The storage layer of CockroachDB's architecture reads and writes data to disk.


If you haven't already, we recommend reading the Architecture Overview.


Each CockroachDB node contains at least one store, specified when the node starts, which is where the cockroach process reads and writes its data on disk.

This data is stored as key-value pairs on disk using RocksDB, which is treated primarily as a black-box API. Internally, each store contains two instances of RocksDB:

  • One for storing temporary distributed SQL data
  • One for all other data on the node

In addition, there is also a block cache shared amongst all of the stores in a node. These stores in turn have a collection of range replicas. More than one replica for a range will never be placed on the same store or even the same node.

Interactions with other layers

In relationship to other layers in CockroachDB, the storage layer:

  • Serves successful reads and writes from the replication layer.



CockroachDB uses RocksDB––an embedded key-value store––to read and write data to disk. You can find more information about it on the RocksDB Basics GitHub page.

RocksDB integrates really well with CockroachDB for a number of reasons:

  • Key-value store, which makes mapping to our key-value layer simple
  • Atomic write batches and snapshots, which give us a subset of transactions

Efficient storage for the keys is guaranteed by the underlying RocksDB engine by means of prefix compression.


CockroachDB relies heavily on multi-version concurrency control (MVCC) to process concurrent requests and guarantee consistency. Much of this work is done by using hybrid logical clock (HLC) timestamps to differentiate between versions of data, track commit timestamps, and identify a value's garbage collection expiration. All of this MVCC data is then stored in RocksDB.

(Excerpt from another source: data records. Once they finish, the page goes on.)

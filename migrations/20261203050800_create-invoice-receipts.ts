import type { Knex } from 'knex';

// Money applied to an invoice (recordInvoicePayment): a payment positive, a refund negative, each under
// its payment reference once (unique per firm), so an event delivered twice is applied once.
export async function up(knex: Knex): Promise<void> {
  await knex.schema.createTable('invoice_receipts', (t) => {
    t.increments('id').primary();
    t.integer('firm_id').unsigned().notNullable().references('firms.id').onDelete('CASCADE');
    t.integer('invoice_id').unsigned().notNullable().references('invoices.id');
    t.string('payment_ref', 255).notNullable();
    t.integer('amount_pence').notNullable();
    t.timestamp('received_at', { precision: 3 }).notNullable();
    t.unique(['firm_id', 'payment_ref']);
    t.index(['firm_id', 'received_at']);
  });
}

export async function down(knex: Knex): Promise<void> {
  await knex.schema.dropTable('invoice_receipts');
}
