import { mkdirSync, readFileSync, rmSync } from 'node:fs';
import { join } from 'node:path';
import { mariadbSocket, runMariadbSql, startMariadb, stopMariadb } from '@heatfleet/devstack/src/mariadb.ts';
import { capture, findExecutable } from '@heatfleet/devstack/src/processes.ts';
import { cluster } from './cluster-profile.ts';

// node --import tsx packages/cluster/src/backup-restore.ts, with `npm run cluster` running: a full backup with
// mariadb-backup from a node that is not taking the writes, prepared, restored into a throwaway server of its own,
// and every table's row count compared with the cluster at the backup's position (docker-notes/README.md, Backups).
const source = cluster.galera[2]!;
const backupDir = join(cluster.dataDir, 'backup-test', 'backup');
const restored = { dataDir: join(cluster.dataDir, 'backup-test', 'restored'), port: 3459 };
const db = cluster.dbName;

async function step(what: string, command: string, args: string[]): Promise<number> {
  const began = Date.now();
  const result = await capture(findExecutable(command), args, { timeoutMs: 600_000 });
  if (result.code !== 0) throw new Error(`${what} failed: ${result.stderr.split('\n').slice(-5).join('\n')}`);
  const ms = Date.now() - began;
  process.stdout.write(`${what}: ${(ms / 1000).toFixed(1)} s\n`);
  return ms;
}

async function tableCounts(target: { dataDir: string }): Promise<Map<string, number>> {
  const tables = (await runMariadbSql(target, `SHOW TABLES FROM \`${db}\`;`)).trim().split('\n').filter(Boolean);
  const sql = tables.map((t) => `SELECT '${t}', COUNT(*) FROM \`${db}\`.\`${t}\`;`).join('\n');
  const out = await runMariadbSql(target, sql);
  return new Map(
    out
      .trim()
      .split('\n')
      .map((line) => [line.split('\t')[0]!, Number(line.split('\t')[1])]),
  );
}

async function main(): Promise<void> {
  rmSync(join(cluster.dataDir, 'backup-test'), { recursive: true, force: true });
  mkdirSync(join(cluster.dataDir, 'backup-test'), { recursive: true });
  // Writes stop for the comparison only: the backup itself runs while the cluster serves (--galera-info records
  // the position; the node desyncs itself for the short lock at the end, so HAProxy's check takes it out meanwhile).
  const backupMs = await step('Backup from db3', 'mariadb-backup', [
    '--backup',
    '--galera-info',
    `--socket=${mariadbSocket(source)}`,
    '--user=root',
    `--target-dir=${backupDir}`,
  ]);
  const prepareMs = await step('Prepare', 'mariadb-backup', ['--prepare', `--target-dir=${backupDir}`]);
  const restoreMs = await step('Restore (copy back)', 'mariadb-backup', [
    '--copy-back',
    `--target-dir=${backupDir}`,
    `--datadir=${restored.dataDir}`,
  ]);
  const position = readFileSync(join(backupDir, 'xtrabackup_galera_info'), 'utf8').trim();
  await startMariadb({ dataDir: restored.dataDir, port: restored.port, timeoutMs: 120_000 });
  try {
    const [fromCluster, fromBackup] = [await tableCounts(source), await tableCounts(restored)];
    const differ = [...fromCluster].filter(([t, n]) => fromBackup.get(t) !== n);
    const rows = [...fromBackup.values()].reduce((a, b) => a + b, 0);
    process.stdout.write(
      `${JSON.stringify({ position, backupMs, prepareMs, restoreMs, tables: fromBackup.size, rows, differ }, null, 2)}\n`,
    );
  } finally {
    await stopMariadb(restored);
    rmSync(join(cluster.dataDir, 'backup-test'), { recursive: true, force: true });
  }
}

await main();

Despite being implemented in the storage layer, MVCC values are widely used to enforce consistency in the transaction layer. For example, CockroachDB maintains a timestamp cache, which stores the timestamp of the last time that the key was read. If a write operation occurs at a lower timestamp than the largest value in the read timestamp cache, it signifies there’s a potential anomaly and the transaction must be restarted at a later timestamp.


As described in the SQL:2011 standard, CockroachDB supports time travel queries (enabled by MVCC).

To do this, all of the schema information also has an MVCC-like model behind it. This lets you perform SELECT...AS OF SYSTEM TIME, and CockroachDB uses the schema information as of that time to formulate the queries.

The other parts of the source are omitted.